### Assigned task
Take from the records below each line that holds "boxSwatch".

(Data records)
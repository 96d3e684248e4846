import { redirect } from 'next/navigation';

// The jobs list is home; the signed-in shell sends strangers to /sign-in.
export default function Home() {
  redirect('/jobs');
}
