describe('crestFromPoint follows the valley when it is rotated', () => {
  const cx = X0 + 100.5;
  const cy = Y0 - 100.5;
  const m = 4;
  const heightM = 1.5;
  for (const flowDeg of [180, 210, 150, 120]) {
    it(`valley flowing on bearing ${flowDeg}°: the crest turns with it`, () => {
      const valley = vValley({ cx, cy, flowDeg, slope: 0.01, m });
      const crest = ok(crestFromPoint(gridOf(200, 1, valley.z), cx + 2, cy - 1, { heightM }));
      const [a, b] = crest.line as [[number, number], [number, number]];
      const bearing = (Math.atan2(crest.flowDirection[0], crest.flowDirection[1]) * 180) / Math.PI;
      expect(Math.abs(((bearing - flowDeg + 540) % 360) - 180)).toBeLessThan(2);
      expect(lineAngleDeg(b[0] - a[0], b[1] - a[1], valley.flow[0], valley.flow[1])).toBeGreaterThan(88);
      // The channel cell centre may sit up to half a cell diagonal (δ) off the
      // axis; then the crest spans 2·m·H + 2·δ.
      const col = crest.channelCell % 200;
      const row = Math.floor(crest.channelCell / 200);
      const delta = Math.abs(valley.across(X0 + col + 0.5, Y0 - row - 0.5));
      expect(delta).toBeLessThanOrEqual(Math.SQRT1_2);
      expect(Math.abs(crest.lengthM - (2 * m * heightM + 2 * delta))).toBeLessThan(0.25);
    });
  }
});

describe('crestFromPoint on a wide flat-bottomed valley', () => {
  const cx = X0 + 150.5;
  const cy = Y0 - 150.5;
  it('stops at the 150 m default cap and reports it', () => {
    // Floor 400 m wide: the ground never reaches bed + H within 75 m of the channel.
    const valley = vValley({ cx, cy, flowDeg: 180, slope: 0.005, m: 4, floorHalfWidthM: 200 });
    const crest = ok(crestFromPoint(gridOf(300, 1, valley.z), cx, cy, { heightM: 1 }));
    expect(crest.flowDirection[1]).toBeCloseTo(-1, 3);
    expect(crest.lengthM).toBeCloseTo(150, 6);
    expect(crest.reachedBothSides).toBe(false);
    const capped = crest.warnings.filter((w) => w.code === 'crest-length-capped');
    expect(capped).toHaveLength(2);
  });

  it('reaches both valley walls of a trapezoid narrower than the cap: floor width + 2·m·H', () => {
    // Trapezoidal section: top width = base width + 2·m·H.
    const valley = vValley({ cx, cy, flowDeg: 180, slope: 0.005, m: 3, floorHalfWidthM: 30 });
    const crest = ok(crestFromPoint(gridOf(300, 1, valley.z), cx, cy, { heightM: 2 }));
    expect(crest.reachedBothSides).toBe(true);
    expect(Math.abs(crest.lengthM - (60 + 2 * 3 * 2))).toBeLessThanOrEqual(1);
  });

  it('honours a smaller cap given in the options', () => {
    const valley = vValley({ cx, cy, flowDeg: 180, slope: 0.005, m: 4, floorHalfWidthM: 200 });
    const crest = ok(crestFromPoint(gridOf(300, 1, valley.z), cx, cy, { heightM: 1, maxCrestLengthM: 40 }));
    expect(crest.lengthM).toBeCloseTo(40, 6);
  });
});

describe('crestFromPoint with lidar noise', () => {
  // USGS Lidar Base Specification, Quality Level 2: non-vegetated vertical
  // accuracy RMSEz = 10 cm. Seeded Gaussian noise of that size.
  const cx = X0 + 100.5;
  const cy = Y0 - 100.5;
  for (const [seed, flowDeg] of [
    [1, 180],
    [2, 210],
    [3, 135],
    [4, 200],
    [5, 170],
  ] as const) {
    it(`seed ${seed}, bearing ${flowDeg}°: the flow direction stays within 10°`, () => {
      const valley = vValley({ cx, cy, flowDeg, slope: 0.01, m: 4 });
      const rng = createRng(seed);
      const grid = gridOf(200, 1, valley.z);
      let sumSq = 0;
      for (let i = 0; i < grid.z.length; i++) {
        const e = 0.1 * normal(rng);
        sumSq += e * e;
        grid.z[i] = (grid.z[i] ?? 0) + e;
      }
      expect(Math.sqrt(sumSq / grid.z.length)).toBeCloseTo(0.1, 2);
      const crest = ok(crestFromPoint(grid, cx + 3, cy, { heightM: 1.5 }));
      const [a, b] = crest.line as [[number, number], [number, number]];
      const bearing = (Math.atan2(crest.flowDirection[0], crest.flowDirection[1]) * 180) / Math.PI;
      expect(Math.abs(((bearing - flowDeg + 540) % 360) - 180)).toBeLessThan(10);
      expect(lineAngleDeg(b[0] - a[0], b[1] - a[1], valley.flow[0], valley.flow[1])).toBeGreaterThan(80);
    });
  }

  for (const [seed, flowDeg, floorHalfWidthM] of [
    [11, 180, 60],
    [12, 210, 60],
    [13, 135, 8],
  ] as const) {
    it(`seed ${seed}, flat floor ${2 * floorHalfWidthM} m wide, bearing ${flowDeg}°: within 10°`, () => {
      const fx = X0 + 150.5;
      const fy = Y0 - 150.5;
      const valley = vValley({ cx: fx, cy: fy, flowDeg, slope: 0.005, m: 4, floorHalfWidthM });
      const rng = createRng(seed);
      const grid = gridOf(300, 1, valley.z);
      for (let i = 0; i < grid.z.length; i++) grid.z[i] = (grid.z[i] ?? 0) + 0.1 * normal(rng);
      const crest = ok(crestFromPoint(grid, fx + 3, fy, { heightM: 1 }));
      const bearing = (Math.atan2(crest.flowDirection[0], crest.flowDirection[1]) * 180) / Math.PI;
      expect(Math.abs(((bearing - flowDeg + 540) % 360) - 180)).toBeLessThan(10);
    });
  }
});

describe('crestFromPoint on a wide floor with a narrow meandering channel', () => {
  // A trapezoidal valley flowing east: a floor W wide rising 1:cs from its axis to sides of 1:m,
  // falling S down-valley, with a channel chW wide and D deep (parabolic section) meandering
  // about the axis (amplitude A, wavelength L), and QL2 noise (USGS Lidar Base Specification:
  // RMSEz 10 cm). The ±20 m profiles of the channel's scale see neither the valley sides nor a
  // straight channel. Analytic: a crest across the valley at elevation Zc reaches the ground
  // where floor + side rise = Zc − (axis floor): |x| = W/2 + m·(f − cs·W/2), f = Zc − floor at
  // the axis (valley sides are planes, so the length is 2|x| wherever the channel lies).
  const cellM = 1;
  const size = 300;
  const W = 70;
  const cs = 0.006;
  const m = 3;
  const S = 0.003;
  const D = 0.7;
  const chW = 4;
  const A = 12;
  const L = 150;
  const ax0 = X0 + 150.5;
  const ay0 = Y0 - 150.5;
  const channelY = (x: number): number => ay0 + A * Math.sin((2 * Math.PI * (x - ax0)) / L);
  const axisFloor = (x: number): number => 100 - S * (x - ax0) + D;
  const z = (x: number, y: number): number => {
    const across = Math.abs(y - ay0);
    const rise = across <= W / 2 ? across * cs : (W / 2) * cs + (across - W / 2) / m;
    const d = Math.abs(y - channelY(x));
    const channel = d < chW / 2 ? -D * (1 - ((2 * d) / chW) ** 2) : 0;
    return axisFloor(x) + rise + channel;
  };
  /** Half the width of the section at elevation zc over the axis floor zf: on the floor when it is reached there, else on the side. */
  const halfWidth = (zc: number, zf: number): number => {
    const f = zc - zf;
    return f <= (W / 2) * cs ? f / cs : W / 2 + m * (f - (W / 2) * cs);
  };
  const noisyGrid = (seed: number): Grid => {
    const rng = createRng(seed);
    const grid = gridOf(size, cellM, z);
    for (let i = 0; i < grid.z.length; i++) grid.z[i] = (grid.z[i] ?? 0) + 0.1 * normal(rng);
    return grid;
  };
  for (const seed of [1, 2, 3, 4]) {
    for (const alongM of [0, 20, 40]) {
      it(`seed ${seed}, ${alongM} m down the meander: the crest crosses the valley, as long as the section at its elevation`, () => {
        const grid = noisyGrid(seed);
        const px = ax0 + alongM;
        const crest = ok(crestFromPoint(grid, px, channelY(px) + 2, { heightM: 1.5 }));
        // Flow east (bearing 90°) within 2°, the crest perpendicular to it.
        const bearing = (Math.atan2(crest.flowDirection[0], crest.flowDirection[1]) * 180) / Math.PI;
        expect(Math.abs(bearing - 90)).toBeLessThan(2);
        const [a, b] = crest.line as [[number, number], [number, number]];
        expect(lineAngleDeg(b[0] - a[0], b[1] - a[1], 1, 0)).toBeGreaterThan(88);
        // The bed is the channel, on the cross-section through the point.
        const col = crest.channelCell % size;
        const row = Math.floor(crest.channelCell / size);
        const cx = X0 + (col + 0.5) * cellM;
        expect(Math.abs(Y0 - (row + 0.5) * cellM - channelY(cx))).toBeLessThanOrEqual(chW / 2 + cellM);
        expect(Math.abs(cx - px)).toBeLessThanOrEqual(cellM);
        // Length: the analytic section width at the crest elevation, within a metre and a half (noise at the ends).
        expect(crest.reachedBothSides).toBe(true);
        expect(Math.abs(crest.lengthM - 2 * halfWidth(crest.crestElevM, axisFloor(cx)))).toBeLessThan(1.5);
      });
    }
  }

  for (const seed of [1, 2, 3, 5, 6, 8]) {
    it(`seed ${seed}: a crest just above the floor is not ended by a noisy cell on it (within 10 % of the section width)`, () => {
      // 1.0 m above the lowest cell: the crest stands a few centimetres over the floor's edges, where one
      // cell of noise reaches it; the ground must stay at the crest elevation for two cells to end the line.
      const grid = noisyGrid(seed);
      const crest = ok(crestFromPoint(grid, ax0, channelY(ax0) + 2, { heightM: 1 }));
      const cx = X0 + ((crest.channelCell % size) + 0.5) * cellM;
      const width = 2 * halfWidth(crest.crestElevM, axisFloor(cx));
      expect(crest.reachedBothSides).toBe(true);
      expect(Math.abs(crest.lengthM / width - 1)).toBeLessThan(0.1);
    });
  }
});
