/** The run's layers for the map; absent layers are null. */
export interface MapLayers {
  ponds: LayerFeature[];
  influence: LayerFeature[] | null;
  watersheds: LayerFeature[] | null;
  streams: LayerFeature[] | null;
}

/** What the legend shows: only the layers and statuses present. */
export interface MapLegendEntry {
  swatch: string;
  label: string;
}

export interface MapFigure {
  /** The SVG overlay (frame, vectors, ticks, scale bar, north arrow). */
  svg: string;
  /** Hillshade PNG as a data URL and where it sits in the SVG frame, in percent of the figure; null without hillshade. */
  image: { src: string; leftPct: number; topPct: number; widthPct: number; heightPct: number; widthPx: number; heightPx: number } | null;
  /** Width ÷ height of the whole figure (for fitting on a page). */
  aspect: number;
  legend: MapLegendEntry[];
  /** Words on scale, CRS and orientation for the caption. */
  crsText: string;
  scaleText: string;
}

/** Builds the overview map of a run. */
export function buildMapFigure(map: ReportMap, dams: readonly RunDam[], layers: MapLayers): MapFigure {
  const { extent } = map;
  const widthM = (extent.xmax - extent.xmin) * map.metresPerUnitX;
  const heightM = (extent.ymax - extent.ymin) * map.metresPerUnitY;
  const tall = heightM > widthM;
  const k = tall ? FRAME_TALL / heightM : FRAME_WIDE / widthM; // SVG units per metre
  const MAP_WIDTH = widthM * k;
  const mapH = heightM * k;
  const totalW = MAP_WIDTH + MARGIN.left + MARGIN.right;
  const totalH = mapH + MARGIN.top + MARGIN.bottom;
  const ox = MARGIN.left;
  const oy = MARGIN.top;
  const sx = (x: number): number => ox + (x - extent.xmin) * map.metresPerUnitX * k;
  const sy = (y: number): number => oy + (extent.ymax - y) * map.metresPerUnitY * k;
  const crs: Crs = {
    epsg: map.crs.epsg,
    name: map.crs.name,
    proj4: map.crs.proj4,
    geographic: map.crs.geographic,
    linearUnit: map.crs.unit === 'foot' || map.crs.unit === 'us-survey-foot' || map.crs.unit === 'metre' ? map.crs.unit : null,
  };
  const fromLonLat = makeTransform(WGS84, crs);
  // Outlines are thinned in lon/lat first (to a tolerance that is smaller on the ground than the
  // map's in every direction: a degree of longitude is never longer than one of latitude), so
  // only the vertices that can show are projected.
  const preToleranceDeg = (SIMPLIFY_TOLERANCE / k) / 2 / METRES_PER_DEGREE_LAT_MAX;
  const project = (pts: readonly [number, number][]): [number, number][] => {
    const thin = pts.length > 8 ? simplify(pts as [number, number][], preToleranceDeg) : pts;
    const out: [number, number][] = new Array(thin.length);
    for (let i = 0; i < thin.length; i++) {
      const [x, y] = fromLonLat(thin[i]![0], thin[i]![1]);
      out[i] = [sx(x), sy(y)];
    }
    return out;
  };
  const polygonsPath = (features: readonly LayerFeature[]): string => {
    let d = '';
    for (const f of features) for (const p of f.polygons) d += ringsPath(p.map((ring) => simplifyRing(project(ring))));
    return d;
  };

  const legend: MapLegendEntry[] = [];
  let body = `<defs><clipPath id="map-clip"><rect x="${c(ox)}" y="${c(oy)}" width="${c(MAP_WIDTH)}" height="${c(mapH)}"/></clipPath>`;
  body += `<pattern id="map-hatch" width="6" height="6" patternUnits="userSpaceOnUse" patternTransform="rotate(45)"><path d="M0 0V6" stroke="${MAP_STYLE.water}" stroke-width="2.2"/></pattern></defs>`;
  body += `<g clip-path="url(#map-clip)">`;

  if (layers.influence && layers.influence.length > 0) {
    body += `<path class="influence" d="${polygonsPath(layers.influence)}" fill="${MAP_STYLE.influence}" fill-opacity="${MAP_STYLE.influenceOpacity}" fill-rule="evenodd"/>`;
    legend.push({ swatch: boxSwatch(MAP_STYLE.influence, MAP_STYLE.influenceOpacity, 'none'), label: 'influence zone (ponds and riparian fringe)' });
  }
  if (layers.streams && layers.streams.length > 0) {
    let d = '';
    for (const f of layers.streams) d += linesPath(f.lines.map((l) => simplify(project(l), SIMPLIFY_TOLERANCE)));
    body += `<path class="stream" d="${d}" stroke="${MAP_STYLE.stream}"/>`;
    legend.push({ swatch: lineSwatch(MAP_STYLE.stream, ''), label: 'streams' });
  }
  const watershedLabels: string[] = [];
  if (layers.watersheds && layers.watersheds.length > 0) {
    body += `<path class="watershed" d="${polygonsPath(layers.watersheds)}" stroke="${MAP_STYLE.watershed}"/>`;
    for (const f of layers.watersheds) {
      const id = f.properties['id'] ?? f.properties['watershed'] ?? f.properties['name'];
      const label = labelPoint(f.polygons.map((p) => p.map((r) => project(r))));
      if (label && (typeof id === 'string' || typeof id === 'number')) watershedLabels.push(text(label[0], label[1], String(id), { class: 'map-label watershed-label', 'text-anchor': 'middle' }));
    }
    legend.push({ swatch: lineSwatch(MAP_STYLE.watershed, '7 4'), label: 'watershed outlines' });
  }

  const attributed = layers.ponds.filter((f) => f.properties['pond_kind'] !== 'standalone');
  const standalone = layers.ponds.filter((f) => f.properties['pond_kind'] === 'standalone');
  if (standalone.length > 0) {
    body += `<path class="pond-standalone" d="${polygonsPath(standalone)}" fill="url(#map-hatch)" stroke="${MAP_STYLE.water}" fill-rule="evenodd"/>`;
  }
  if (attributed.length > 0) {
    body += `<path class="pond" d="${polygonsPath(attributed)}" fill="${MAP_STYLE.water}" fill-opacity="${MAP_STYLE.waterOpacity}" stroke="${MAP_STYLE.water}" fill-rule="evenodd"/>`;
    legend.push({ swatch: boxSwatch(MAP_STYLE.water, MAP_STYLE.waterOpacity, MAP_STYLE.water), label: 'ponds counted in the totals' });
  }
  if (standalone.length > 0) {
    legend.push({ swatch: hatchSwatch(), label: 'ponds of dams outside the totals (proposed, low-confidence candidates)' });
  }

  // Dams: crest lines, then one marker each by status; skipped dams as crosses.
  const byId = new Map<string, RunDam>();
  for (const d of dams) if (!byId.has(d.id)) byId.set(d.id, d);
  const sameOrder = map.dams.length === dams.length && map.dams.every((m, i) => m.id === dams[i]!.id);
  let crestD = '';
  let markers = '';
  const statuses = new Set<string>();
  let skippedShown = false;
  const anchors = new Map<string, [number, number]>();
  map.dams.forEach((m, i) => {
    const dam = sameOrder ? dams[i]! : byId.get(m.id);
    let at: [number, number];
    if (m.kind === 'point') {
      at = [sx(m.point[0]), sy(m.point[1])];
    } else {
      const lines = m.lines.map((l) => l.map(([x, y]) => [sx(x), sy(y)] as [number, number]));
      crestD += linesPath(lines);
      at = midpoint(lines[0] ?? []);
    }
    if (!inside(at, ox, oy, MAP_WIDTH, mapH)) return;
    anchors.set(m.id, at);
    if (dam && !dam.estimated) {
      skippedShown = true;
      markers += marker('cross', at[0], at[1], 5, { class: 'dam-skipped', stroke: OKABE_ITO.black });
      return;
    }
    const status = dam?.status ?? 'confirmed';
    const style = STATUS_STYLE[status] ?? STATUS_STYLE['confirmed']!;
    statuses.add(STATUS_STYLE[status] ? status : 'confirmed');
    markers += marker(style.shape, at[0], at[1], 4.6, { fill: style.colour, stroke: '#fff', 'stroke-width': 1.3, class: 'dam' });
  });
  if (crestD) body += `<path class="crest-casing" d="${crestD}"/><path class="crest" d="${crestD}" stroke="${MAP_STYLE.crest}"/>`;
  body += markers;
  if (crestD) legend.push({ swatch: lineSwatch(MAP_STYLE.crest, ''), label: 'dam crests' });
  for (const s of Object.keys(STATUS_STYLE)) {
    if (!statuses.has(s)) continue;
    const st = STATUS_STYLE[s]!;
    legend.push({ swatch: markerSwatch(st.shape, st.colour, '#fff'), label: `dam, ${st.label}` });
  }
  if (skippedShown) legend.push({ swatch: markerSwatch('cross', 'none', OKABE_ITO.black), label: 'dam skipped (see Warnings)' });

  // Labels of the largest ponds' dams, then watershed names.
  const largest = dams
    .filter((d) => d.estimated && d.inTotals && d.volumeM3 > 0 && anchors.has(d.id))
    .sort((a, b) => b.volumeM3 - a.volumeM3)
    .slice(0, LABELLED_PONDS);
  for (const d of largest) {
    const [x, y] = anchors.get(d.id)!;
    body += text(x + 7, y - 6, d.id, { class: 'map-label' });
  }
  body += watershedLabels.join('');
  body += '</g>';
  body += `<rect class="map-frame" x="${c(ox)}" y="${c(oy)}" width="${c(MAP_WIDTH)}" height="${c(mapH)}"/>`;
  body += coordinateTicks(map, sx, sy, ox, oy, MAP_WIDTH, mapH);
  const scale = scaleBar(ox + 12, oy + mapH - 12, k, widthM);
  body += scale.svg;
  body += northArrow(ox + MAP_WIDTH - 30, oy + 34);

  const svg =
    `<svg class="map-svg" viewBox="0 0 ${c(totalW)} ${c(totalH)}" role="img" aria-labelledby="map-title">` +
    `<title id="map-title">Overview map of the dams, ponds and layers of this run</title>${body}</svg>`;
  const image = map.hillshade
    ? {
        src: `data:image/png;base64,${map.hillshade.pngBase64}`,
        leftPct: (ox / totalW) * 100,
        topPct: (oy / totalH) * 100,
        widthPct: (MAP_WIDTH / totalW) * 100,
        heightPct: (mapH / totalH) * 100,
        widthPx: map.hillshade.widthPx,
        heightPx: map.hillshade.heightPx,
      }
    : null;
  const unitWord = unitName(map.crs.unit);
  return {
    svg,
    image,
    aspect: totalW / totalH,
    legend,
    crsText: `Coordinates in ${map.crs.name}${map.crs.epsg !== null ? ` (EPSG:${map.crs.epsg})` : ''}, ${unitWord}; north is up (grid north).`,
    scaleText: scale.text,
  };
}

### Answer box
    legend.push({ swatch: boxSwatch(MAP_STYLE.influence, MAP_STYLE.influenceOpacity, 'none'), label: 'influence zone (ponds and riparian fringe)' });
    legend.push({ swatch: boxSwatch(MAP_STYLE.water, MAP_STYLE.waterOpacity, MAP_STYLE.water), label: 'ponds counted in the totals' });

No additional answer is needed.